[Stored data]
▬▬▬▬▬▬

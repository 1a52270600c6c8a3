/** The host facade's file reading in a browser: dropped files are read only when they could be a scenario. */
import { describe, expect, it } from "vitest";
import { MAX_SCENARIO_BYTES } from "../../../electron/file-store";
import { MAX_DROPPED_FILE_BYTES, readDroppedFile } from "../../../renderer/platform/host";

describe("readDroppedFile()", () => {
  it("reads a small file's text under its name", async () => {
    const opened = await readDroppedFile(new File(['{"format":"brinefield-scenario"}'], "site.json"));
    expect(opened, "name and text").toEqual({ path: "site.json", text: '{"format":"brinefield-scenario"}' });
  });
  it("refuses, unread, a file larger than the 5 MB a scenario may be (the desktop host's cap)", async () => {
    expect(MAX_DROPPED_FILE_BYTES, "the same cap as the desktop host's").toBe(MAX_SCENARIO_BYTES);
    const big = new File([new Uint8Array(MAX_DROPPED_FILE_BYTES + 1)], "survey.mp4");
    await expect(readDroppedFile(big), "too large").rejects.toThrow(/larger than the 5 MB Brinefield reads/);
  });
  it("drops a UTF-8 byte-order mark and refuses UTF-16 with a request to save as UTF-8", async () => {
    const bom = await readDroppedFile(new File([new Uint8Array([0xef, 0xbb, 0xbf, 0x7b, 0x7d])], "bom.json"));
    expect(bom.text, "BOM removed").toBe("{}");
    const utf16 = new File([new Uint8Array([0xff, 0xfe, 0x7b, 0x00, 0x7d, 0x00])], "utf16.json");
    await expect(readDroppedFile(utf16), "UTF-16 refused").rejects.toThrow(/UTF-16.*save it as UTF-8/);
  });
});
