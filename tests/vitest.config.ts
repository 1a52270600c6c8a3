import { defineConfig } from "vitest/config";
import { fileURLToPath } from "node:url";
import { dirname, resolve } from "node:path";

const root = resolve(dirname(fileURLToPath(import.meta.url)), "..");

export default defineConfig({
  root,
  test: {
    projects: [
      {
        extends: true,
        test: {
          name: "unit",
          root,
          include: ["tests/**/*.test.ts", "tests/**/*.test.tsx"],
          // tests/mutation/ holds Stryker's sandbox copies of the tests while `npm run mutate` runs.
          exclude: ["tests/browser/**", "tests/fuzz/**", "tests/mutation/**", "node_modules/**"],
          testTimeout: 30_000,
          globalSetup: ["tests/helpers/build-cli-bundle.ts"],
        },
      },
      {
        extends: true,
        test: {
          name: "browser",
          root,
          include: ["tests/browser/**/*.test.ts"],
          testTimeout: 180_000,
          hookTimeout: 300_000,
          fileParallelism: false,
        },
      },
      {
        extends: true,
        test: {
          name: "fuzz",
          root,
          include: ["tests/fuzz/**/*.fuzz.ts"],
          testTimeout: 600_000,
        },
      },
    ],
  },
});
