function assemble(
  jet: JetSource,
  column: AmbientColumn,
  params: IntegralParams,
  run: AdaptiveResult,
  stopKind: "passive-layer" | "trapped" | null,
  q0: number,
  u0: number,
  includePath: boolean,
  nPath: number,
  maxSteps: number,
  maxLength: number,
): NearFieldMethodResult {
  const warnings: ResultWarning[] = [];
  const notes: string[] = [];
  const events: NearFieldEvent[] = [];
  const push = (kind: NearFieldEvent["kind"], s: number, y: Float64Array) => {
    events.push({ kind, s, x: y[IX], y: y[IY], z: y[IZ], dilution: centrelineDilution(y[IQ], q0) });
  };

  let returnHit: Float64Array | null = null;
  let impactHit: Float64Array | null = null;
  let maxRise: { s: number; y: Float64Array; edge: number } | null = null;
  let surfaceEdge = false;
  let surfaceCentre = false;
  let seabedEdge = false;
  for (const hit of run.events) {
    switch (hit.index) {
      case EV_RETURN:
        push("return-to-port-level", hit.t, hit.y);
        if (!returnHit) {
          returnHit = hit.y;
        }
        break;
      case EV_SEABED_EDGE:
        if (!seabedEdge) push("seabed-contact", hit.t, hit.y);
        seabedEdge = true;
        break;
      case EV_IMPACT:
        push("centreline-impact", hit.t, hit.y);
        impactHit = hit.y;
        break;
      case EV_SURFACE_EDGE:
        if (!surfaceEdge) push("surface-contact", hit.t, hit.y);
        surfaceEdge = true;
        break;
      case EV_SURFACE_CENTRE:
        surfaceCentre = true;
        push("surface-contact", hit.t, hit.y);
        break;
      case EV_MAX_RISE: {
        const edge = hit.y[IZ] + verticalHalfExtent(hit.y);
        if (!maxRise || edge > maxRise.edge) maxRise = { s: hit.t, y: hit.y, edge };
        break;
      }
    }
  }
  // The jet may stop (surface, trap, limits) before its edge turns over: use the highest sample.
  if (!maxRise && nPath > 0) {
    let iBest = 0;
    for (let i = 1; i < nPath; i++) if (pathE[i] > pathE[iBest]) iBest = i;
    notes.push(
      "No turning point of the upper edge was located; the maximum rise is the highest sampled upper edge.",
    );
    const y = new Float64Array(INTEGRAL_DIM);
    y[IX] = pathX[iBest];
    y[IY] = pathY[iBest];
    y[IZ] = pathZ[iBest];
    y[IQ] = Math.max(1, pathD[iBest] / CENTRELINE_PROFILE_FACTOR) * q0;
    maxRise = { s: pathS[iBest], y, edge: pathE[iBest] };
  }
  if (maxRise) {
    events.push({
      kind: "max-rise",
      s: maxRise.s,
      x: maxRise.y[IX],
      y: maxRise.y[IY],
      z: maxRise.y[IZ],
      dilution: centrelineDilution(maxRise.y[IQ], q0),
    });
  }

  const last = run.y;
  const stage = "integral";
  if (surfaceEdge || surfaceCentre) {
    warnings.push(
      warning(
        "jet-reaches-surface",
        surfaceCentre ? "serious" : "warning",
        surfaceCentre
          ? `The jet centreline reaches the surface ${column.depth.toFixed(1)} m above the seabed; the integral model stops there and its dilutions do not apply.`
          : "The upper edge of the jet reaches the water surface; surface interaction is not modelled and the rise and dilutions are approximate.",
        { parameter: "depth", value: column.depth, stage },
      ),
    );
  }
  if (stopKind === "trapped") {
    push("trapped", run.t, last);
    warnings.push(
      warning(
        "jet-trapped",
        "warning",
        `The jet is trapped by the ambient stratification at ${(params.portDepth - last[IZ]).toFixed(1)} m depth (neutral buoyancy with small vertical velocity); it spreads as a layer there instead of reaching the seabed.`,
        { parameter: "column.densities", stage },
      ),
    );
  } else if (stopKind === "passive-layer") {
    push("passive-layer", run.t, last);
    warnings.push(
      warning(
        "jet-momentum-exhausted",
        "warning",
        `The jet's velocity relative to the ambient fell below 0.1 % of the exit velocity at s = ${run.t.toFixed(2)} m; the integral model cannot follow the flow further (passive layer or stalled fountain).`,
        { stage },
      ),
    );
  }
  if (run.reason === "max-steps") {
    push("step-limit", run.t, last);
    warnings.push(
      warning("integral-step-limit", "warning", `The integrator stopped after ${maxSteps} steps without reaching the seabed.`, {
        parameter: "maxSteps",
        value: maxSteps,
        stage,
      }),
    );
  } else if (run.reason === "t-max") {
    push("length-limit", run.t, last);
    warnings.push(
      warning(
        "integral-length-limit",
        "warning",
        `The jet centreline reached the length limit of ${maxLength.toFixed(0)} m without reaching the seabed.`,
        { parameter: "maxLength", value: maxLength, stage },
      ),
    );
  } else if (run.reason === "step-underflow") {
    warnings.push(
      warning(
        "integral-step-underflow",
        "warning",
        `The integrator's step size collapsed at s = ${run.t.toPrecision(4)} m (a singular point, e.g. a fountain top); results beyond it are not available.`,
        { stage },
      ),
    );
  }
  if (Math.abs(jet.froude) > 1000 || jet.reducedGravity === 0) {
    warnings.push(
      warning(
        "integral-near-neutral",
        "warning",
        `Near-neutral buoyancy (g′ = ${jet.reducedGravity.toPrecision(3)} m/s², F = ${Number.isFinite(jet.froude) ? jet.froude.toFixed(0) : "∞"}): the discharge behaves as a pure jet and may not return to the seabed within the model.`,
        { parameter: "reducedGravity", value: jet.reducedGravity, stage },
      ),
    );
  } else if (jet.reducedGravity < 0) {
    warnings.push(
      warning(
        "integral-positively-buoyant",
        "warning",
        "The discharge is lighter than the ambient water at the port; it rises and impact quantities do not apply.",
        { parameter: "reducedGravity", value: jet.reducedGravity, stage },
      ),
    );
  }
  if (!impactHit) {
    warnings.push(
      warning("integral-no-impact", "warning", "The jet centreline did not reach the seabed; impact distance and dilution are not available.", {
        stage,
      }),
    );
  }
  if (!returnHit && jet.angle <= 0) {
    notes.push("The port does not point upward, so the centreline never rises above port level (no return point).");
  }
  warnings.push(
    ...entrainmentLeeCheung1990ValidityIssues({
      froude: jet.froude,
      angleDeg: jet.angle,
      currentSpeed: params.currentSpeed,
      velocity: u0,
    }),
  );

  const impactDilution = impactHit ? centrelineDilution(impactHit[IQ], q0) : null;
  if (impactDilution !== null) {
    notes.push(
      `dilutionRange: low = the computed centreline impact dilution; high = computed ÷ ${DILUTION_BIAS_FACTOR}, ` +
        "the ~30 % under-prediction Lai & Lee (2012) found for integral-model dilution at maximum rise, " +
        "extrapolated to the impact point (an estimate, not a published impact correction).",
    );
  }
  notes.push(
    "Dilutions are centreline (minimum) values: flux-average (top-hat) dilution × λ²/(1+λ²) with λ = 1.2; " +
      "halfWidth is the top-hat radius (≈ √2 × the Gaussian 1/e velocity half-width).",
  );
  notes.push(`Integration: Dormand–Prince 5(4), ${run.steps} steps, ${run.rejected} rejected, ${run.evaluations} evaluations, stop: ${run.reason}.`);

  events.sort((a, b) => a.s - b.s);
  return {
    method: "integral",
    source: INTEGRAL_SOURCE,
    maxRiseHeight: maxRise ? maxRise.edge : null,
    maxRiseDistance: maxRise ? planDistance(maxRise.y) : null,
    returnDistance: returnHit ? planDistance(returnHit) : null,
    impactDistance: impactHit ? planDistance(impactHit) : null,
    impactDilution,
    nearFieldDistance: null,
    nearFieldDilution: null,
    maxRiseDilution: maxRise ? centrelineDilution(maxRise.y[IQ], q0) : null,
    dilutionRange: impactDilution !== null ? [impactDilution, impactDilution / DILUTION_BIAS_FACTOR] : null,
    entrainedFlow: impactHit ? impactHit[IQ] - q0 : null,
    bias: INTEGRAL_BIAS,
    warnings,
    path: includePath ? decimatePath(nPath) : undefined,
    events,
    notes,
  };
}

▬▬▬▬▬▬

Task instructions
Exact reproduction is required: output the lines from the start of the entries above through the line with "const opened = await".

Task output
repository 1a52270600c6c8a3
/** The host facade's file reading in a browser: dropped files are read only when they could be a scenario. */
import { describe, expect, it } from "vitest";
import { MAX_SCENARIO_BYTES } from "../../../electron/file-store";
import { MAX_DROPPED_FILE_BYTES, readDroppedFile } from "../../../renderer/platform/host";

describe("readDroppedFile()", () => {
  it("reads a small file's text under its name", async () => {
    const opened = await readDroppedFile(new File(['{"format":"brinefield-scenario"}'], "site.json"));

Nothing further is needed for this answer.